==== EXERCISE INPUT ====
_COMPOUND_COLS = "c.compound_id, c.name, c.inchikey, c.smiles, c.cas, c.formula"
_SQL_BY_NAME = (
    f"SELECT {_COMPOUND_COLS} FROM compounds c "
    f"WHERE {_NORM_SQL.format(col='c.name')} = ? ORDER BY c.compound_id"
)
_SQL_BY_SYNONYM = (
    f"SELECT {_COMPOUND_COLS} FROM compounds c WHERE c.compound_id IN ("
    f"SELECT m.compound_id FROM measurements m WHERE {_NORM_SQL.format(col='m.name_reported')} = ? "
    "AND m.value_id NOT IN (SELECT f.value_id FROM findings f "
    "WHERE f.rule = 'name_structure_mismatch' AND f.value_id IS NOT NULL)) "
    "ORDER BY c.compound_id"
)
_SQL_BY_CAS = f"SELECT {_COMPOUND_COLS} FROM compounds c WHERE c.cas = ? ORDER BY c.compound_id"
_SQL_BY_CAS_REPORTED = (
    f"SELECT {_COMPOUND_COLS} FROM compounds c WHERE c.compound_id IN ("
    "SELECT m.compound_id FROM measurements m WHERE m.cas_reported = ?) ORDER BY c.compound_id"
)
_SQL_BY_KEY = (
    f"SELECT {_COMPOUND_COLS} FROM compounds c WHERE c.inchikey = ? OR c.compound_id = ? "
    "ORDER BY c.compound_id"
)
_SQL_MEASURED = (
    "SELECT coalesce(step, 0), charge, name_reported, status FROM measurements "
    "WHERE compound_id = ?"
)
_SQL_RECOMMENDED = """
SELECT r.recommendation_id, coalesce(r.step, 0), r.temperature_k, r.ionic_strength_molal,
       r.constant_type, r.pka, r.pka_uncertainty, r.category, l.inputs
FROM recommended r
LEFT JOIN lineage l ON l.target_id = r.recommendation_id AND l.operation = 'consensus'
WHERE r.compound_id = ?
ORDER BY 2, r.temperature_k, r.ionic_strength_molal, r.constant_type
"""
_SQL_ALL_NAMES = "SELECT name FROM compounds WHERE name IS NOT NULL"
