def test_data_package_validates_and_carries_licences_and_citations(demo_db: Path, tmp_path: Path) -> None:
    out = tmp_path / "package"
    assert main(["export", "--db", str(demo_db), "--package", str(out), "--prov", str(tmp_path / "p.json")]) == 0
    report = frictionless.validate(out / "datapackage.json")
    assert report.valid, report.flatten(["resourcePath", "type", "note"])[:10]

    descriptor = json.loads((out / "datapackage.json").read_text(encoding="utf-8"))
    sources = {s: (c, lic) for s, c, lic in query(demo_db, "SELECT source_id, citation, license FROM sources")}
    assert {lic["name"] for lic in descriptor["licenses"]} == {lic for _, lic in sources.values()}
    listed = {s["kaledger:source_id"]: (s["citation"], s["licenses"][0]["name"]) for s in descriptor["sources"]}
    assert listed == sources
    assert descriptor["kaledger:public"] is True and descriptor["kaledger:excluded_sources"] == []

    package = frictionless.Package(out / "datapackage.json")
    assert set(package.resource_names) == set(TABLE_ORDER) | {f"{t}-parquet" for t in TABLE_ORDER}
    fields = {f.name: f.type for f in package.get_resource("measurements").schema.fields}
    assert (fields["pka"], fields["source_row"], fields["step_inferred"], fields["value_id"]) == (
        "number", "integer", "boolean", "string")
    # the Parquet copy holds exactly the rows of the database
    for table in TABLE_ORDER:
        parquet = out / "parquet" / f"{table}.parquet"
        con = duckdb.connect()
        try:
            con.execute(f"ATTACH '{demo_db}' AS k (READ_ONLY)")
            diff = con.execute(
                f"SELECT count(*) FROM ((SELECT * FROM k.{table} EXCEPT ALL SELECT * FROM read_parquet('{parquet}')) "
                f"UNION ALL (SELECT * FROM read_parquet('{parquet}') EXCEPT ALL SELECT * FROM k.{table}))"
            ).fetchone()[0]
        finally:
            con.close()
        assert diff == 0, table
====
*PROBLEM REQUIREMENTS*
Output each line of the entries exactly, so that nothing is lost.

*RESULT BELOW*
_COMPOUND_COLS = "c.compound_id, c.name, c.inchikey, c.smiles, c.cas, c.formula"
_SQL_BY_NAME = (
    f"SELECT {_COMPOUND_COLS} FROM compounds c "
    f"WHERE {_NORM_SQL.format(col='c.name')} = ? ORDER BY c.compound_id"
)
_SQL_BY_SYNONYM = (
    f"SELECT {_COMPOUND_COLS} FROM compounds c WHERE c.compound_id IN ("
    f"SELECT m.compound_id FROM measurements m WHERE {_NORM_SQL.format(col='m.name_reported')} = ? "
    "AND m.value_id NOT IN (SELECT f.value_id FROM findings f "
    "WHERE f.rule = 'name_structure_mismatch' AND f.value_id IS NOT NULL)) "
    "ORDER BY c.compound_id"
)
_SQL_BY_CAS = f"SELECT {_COMPOUND_COLS} FROM compounds c WHERE c.cas = ? ORDER BY c.compound_id"
_SQL_BY_CAS_REPORTED = (
    f"SELECT {_COMPOUND_COLS} FROM compounds c WHERE c.compound_id IN ("
    "SELECT m.compound_id FROM measurements m WHERE m.cas_reported = ?) ORDER BY c.compound_id"
)
_SQL_BY_KEY = (
    f"SELECT {_COMPOUND_COLS} FROM compounds c WHERE c.inchikey = ? OR c.compound_id = ? "
    "ORDER BY c.compound_id"
)
_SQL_MEASURED = (
    "SELECT coalesce(step, 0), charge, name_reported, status FROM measurements "
    "WHERE compound_id = ?"
)
_SQL_RECOMMENDED = """
SELECT r.recommendation_id, coalesce(r.step, 0), r.temperature_k, r.ionic_strength_molal,
       r.constant_type, r.pka, r.pka_uncertainty, r.category, l.inputs
FROM recommended r
LEFT JOIN lineage l ON l.target_id = r.recommendation_id AND l.operation = 'consensus'
WHERE r.compound_id = ?
ORDER BY 2, r.temperature_k, r.ionic_strength_molal, r.constant_type
"""
_SQL_ALL_NAMES = "SELECT name FROM compounds WHERE name IS NOT NULL"
def test_data_package_validates_and_carries_licences_and_citations(demo_db: Path, tmp_path: Path) -> None:
    out = tmp_path / "package"
    assert main(["export", "--db", str(demo_db), "--package", str(out), "--prov", str(tmp_path / "p.json")]) == 0
    report = frictionless.validate(out / "datapackage.json")
    assert report.valid, report.flatten(["resourcePath", "type", "note"])[:10]

    descriptor = json.loads((out / "datapackage.json").read_text(encoding="utf-8"))
    sources = {s: (c, lic) for s, c, lic in query(demo_db, "SELECT source_id, citation, license FROM sources")}
    assert {lic["name"] for lic in descriptor["licenses"]} == {lic for _, lic in sources.values()}
    listed = {s["kaledger:source_id"]: (s["citation"], s["licenses"][0]["name"]) for s in descriptor["sources"]}
    assert listed == sources
    assert descriptor["kaledger:public"] is True and descriptor["kaledger:excluded_sources"] == []

    package = frictionless.Package(out / "datapackage.json")
    assert set(package.resource_names) == set(TABLE_ORDER) | {f"{t}-parquet" for t in TABLE_ORDER}
    fields = {f.name: f.type for f in package.get_resource("measurements").schema.fields}
    assert (fields["pka"], fields["source_row"], fields["step_inferred"], fields["value_id"]) == (
        "number", "integer", "boolean", "string")
    # the Parquet copy holds exactly the rows of the database
    for table in TABLE_ORDER:
        parquet = out / "parquet" / f"{table}.parquet"
        con = duckdb.connect()
        try:
            con.execute(f"ATTACH '{demo_db}' AS k (READ_ONLY)")
            diff = con.execute(
                f"SELECT count(*) FROM ((SELECT * FROM k.{table} EXCEPT ALL SELECT * FROM read_parquet('{parquet}')) "
                f"UNION ALL (SELECT * FROM read_parquet('{parquet}') EXCEPT ALL SELECT * FROM k.{table}))"
            ).fetchone()[0]
        finally:
            con.close()
        assert diff == 0, table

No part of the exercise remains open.